◆ Problem description: Below this line is a set of entries; quote exactly the lines from the line that contains "import java.io.IOException;" to the line that contains "import org.annulet.post.table.JsonWriter;", both lines included.

*** Data ***

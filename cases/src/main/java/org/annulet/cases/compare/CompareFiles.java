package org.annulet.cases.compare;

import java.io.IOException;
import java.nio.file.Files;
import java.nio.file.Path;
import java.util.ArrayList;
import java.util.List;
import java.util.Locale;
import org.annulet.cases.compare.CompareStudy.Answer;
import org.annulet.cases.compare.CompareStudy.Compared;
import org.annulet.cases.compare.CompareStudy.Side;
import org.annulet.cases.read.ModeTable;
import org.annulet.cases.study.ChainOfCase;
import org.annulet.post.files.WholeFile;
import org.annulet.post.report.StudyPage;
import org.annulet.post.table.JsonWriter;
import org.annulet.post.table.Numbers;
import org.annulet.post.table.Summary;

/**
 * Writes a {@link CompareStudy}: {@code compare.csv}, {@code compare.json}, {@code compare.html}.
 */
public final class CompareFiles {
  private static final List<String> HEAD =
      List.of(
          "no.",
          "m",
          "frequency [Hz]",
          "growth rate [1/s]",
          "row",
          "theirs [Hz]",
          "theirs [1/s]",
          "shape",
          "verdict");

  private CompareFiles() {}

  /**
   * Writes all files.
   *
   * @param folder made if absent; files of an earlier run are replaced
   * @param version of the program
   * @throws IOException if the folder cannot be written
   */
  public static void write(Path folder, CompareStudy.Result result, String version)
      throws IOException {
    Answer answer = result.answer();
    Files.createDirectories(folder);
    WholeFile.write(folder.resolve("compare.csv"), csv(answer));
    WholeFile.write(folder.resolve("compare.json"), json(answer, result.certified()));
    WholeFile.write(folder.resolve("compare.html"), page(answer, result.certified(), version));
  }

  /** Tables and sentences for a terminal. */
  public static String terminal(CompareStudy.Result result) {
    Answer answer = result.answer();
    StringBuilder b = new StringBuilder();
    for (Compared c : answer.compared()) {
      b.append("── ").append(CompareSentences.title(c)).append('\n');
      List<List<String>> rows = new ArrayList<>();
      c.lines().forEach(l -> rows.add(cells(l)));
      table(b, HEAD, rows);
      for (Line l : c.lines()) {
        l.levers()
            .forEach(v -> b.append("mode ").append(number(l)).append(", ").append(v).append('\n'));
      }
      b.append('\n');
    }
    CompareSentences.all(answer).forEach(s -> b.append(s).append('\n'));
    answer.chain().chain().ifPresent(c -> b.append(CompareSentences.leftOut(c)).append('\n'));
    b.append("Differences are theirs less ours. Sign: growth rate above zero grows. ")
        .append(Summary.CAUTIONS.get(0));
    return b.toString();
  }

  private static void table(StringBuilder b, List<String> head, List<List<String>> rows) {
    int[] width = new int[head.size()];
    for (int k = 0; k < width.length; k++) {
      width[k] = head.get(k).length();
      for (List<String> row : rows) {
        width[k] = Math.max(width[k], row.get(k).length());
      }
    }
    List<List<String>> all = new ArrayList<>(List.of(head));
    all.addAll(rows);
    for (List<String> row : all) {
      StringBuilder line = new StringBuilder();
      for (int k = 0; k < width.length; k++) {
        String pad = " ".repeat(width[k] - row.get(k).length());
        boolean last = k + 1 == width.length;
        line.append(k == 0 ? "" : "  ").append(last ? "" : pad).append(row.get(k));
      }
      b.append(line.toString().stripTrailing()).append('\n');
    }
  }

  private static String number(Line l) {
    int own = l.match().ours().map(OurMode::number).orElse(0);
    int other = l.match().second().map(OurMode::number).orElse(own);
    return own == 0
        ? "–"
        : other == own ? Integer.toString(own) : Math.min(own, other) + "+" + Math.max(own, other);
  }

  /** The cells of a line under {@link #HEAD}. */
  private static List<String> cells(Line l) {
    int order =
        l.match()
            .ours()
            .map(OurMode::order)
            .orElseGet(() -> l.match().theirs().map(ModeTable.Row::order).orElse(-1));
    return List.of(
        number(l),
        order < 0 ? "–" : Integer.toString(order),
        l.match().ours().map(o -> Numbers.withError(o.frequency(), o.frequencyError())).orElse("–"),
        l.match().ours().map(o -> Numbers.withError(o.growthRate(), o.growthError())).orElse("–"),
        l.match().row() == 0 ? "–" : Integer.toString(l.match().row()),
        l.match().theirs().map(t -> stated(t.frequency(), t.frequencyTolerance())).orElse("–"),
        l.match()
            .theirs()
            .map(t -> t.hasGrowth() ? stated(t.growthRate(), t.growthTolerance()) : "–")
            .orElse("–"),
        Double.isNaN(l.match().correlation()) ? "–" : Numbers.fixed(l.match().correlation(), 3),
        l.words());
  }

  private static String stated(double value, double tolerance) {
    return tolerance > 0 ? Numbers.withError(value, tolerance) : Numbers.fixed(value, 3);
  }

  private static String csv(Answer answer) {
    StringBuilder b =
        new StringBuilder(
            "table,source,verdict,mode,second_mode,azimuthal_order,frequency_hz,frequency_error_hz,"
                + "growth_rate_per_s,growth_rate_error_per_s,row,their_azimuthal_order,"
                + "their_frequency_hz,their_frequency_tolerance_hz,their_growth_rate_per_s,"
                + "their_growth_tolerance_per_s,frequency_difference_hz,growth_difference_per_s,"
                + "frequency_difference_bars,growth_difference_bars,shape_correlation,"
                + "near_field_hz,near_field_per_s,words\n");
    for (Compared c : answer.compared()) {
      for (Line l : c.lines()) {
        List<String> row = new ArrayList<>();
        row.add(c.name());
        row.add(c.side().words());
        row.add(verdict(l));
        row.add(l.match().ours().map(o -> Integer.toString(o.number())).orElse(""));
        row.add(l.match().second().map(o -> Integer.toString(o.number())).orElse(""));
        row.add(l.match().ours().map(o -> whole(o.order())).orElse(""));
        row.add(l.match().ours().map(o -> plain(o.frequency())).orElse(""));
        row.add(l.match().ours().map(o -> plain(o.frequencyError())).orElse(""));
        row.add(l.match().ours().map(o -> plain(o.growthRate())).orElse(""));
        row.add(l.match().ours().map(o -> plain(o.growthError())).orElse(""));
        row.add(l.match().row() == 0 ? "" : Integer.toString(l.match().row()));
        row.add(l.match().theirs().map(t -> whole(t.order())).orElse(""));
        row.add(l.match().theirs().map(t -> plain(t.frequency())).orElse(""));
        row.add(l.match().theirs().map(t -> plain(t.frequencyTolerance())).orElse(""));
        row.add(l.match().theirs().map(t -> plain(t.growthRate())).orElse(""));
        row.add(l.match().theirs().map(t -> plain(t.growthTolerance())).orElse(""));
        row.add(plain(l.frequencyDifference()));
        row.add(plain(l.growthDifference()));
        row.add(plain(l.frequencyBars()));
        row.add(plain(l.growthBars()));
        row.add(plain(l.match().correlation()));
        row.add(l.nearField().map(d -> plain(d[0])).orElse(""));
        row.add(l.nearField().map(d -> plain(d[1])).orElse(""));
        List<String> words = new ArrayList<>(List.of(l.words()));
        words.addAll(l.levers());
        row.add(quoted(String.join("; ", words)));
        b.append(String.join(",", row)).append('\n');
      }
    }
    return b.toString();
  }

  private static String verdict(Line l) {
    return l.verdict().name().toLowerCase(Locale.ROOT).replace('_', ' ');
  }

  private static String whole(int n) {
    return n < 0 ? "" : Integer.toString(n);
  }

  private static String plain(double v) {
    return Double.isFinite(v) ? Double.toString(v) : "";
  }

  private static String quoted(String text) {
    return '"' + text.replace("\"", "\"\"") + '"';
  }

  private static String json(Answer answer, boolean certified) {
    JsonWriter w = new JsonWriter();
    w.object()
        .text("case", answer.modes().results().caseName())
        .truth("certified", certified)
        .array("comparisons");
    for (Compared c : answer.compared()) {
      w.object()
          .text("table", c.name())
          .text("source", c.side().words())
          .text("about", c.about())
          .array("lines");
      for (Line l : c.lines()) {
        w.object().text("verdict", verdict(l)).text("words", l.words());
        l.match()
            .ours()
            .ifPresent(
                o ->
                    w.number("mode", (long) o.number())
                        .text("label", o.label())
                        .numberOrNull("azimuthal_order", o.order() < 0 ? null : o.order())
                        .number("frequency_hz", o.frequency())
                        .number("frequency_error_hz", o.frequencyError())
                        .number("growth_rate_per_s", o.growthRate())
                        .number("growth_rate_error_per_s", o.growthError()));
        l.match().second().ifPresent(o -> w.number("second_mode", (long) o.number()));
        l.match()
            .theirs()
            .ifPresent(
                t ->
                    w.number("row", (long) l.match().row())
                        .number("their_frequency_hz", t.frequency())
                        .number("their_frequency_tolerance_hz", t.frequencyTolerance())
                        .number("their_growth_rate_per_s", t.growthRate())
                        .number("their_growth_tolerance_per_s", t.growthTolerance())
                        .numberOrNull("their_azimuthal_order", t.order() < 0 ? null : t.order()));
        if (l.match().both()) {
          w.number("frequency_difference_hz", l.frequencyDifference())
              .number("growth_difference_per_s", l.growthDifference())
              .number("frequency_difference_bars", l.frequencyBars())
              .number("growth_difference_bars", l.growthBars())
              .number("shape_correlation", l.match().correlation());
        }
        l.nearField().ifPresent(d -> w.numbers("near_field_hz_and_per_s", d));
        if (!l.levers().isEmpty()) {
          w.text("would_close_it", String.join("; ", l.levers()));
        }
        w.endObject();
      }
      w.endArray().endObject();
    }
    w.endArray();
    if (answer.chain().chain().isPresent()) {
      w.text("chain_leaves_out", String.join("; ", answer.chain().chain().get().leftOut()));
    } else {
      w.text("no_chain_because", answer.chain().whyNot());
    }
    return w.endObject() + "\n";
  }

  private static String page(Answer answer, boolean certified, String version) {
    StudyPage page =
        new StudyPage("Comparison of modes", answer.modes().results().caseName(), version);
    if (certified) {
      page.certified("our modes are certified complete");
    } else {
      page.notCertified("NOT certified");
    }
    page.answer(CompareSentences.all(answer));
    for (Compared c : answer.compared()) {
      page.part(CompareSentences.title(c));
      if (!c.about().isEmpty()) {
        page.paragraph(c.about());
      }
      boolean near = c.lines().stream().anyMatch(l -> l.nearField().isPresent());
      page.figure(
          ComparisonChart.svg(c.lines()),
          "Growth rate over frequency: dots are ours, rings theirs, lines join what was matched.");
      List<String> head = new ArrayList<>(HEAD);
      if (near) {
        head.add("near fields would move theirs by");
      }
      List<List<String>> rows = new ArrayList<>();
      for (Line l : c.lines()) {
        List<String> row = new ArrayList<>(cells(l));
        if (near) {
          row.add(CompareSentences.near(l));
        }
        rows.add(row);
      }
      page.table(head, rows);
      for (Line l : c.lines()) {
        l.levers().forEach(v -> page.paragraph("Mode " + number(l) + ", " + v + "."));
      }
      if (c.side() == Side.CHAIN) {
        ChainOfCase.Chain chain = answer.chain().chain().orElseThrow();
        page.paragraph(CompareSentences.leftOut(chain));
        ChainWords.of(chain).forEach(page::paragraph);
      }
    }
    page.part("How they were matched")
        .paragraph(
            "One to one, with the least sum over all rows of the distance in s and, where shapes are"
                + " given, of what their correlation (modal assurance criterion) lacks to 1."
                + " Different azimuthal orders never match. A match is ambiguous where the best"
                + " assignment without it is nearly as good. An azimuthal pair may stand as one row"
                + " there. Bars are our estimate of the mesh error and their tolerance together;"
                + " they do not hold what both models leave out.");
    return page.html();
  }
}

*** End of Data ***

◆ Expected output:
import java.io.IOException;
import java.nio.file.Files;
import java.nio.file.Path;
import java.util.ArrayList;
import java.util.List;
import java.util.Locale;
import org.annulet.cases.compare.CompareStudy.Answer;
import org.annulet.cases.compare.CompareStudy.Compared;
import org.annulet.cases.compare.CompareStudy.Side;
import org.annulet.cases.read.ModeTable;
import org.annulet.cases.study.ChainOfCase;
import org.annulet.post.files.WholeFile;
import org.annulet.post.report.StudyPage;
import org.annulet.post.table.JsonWriter;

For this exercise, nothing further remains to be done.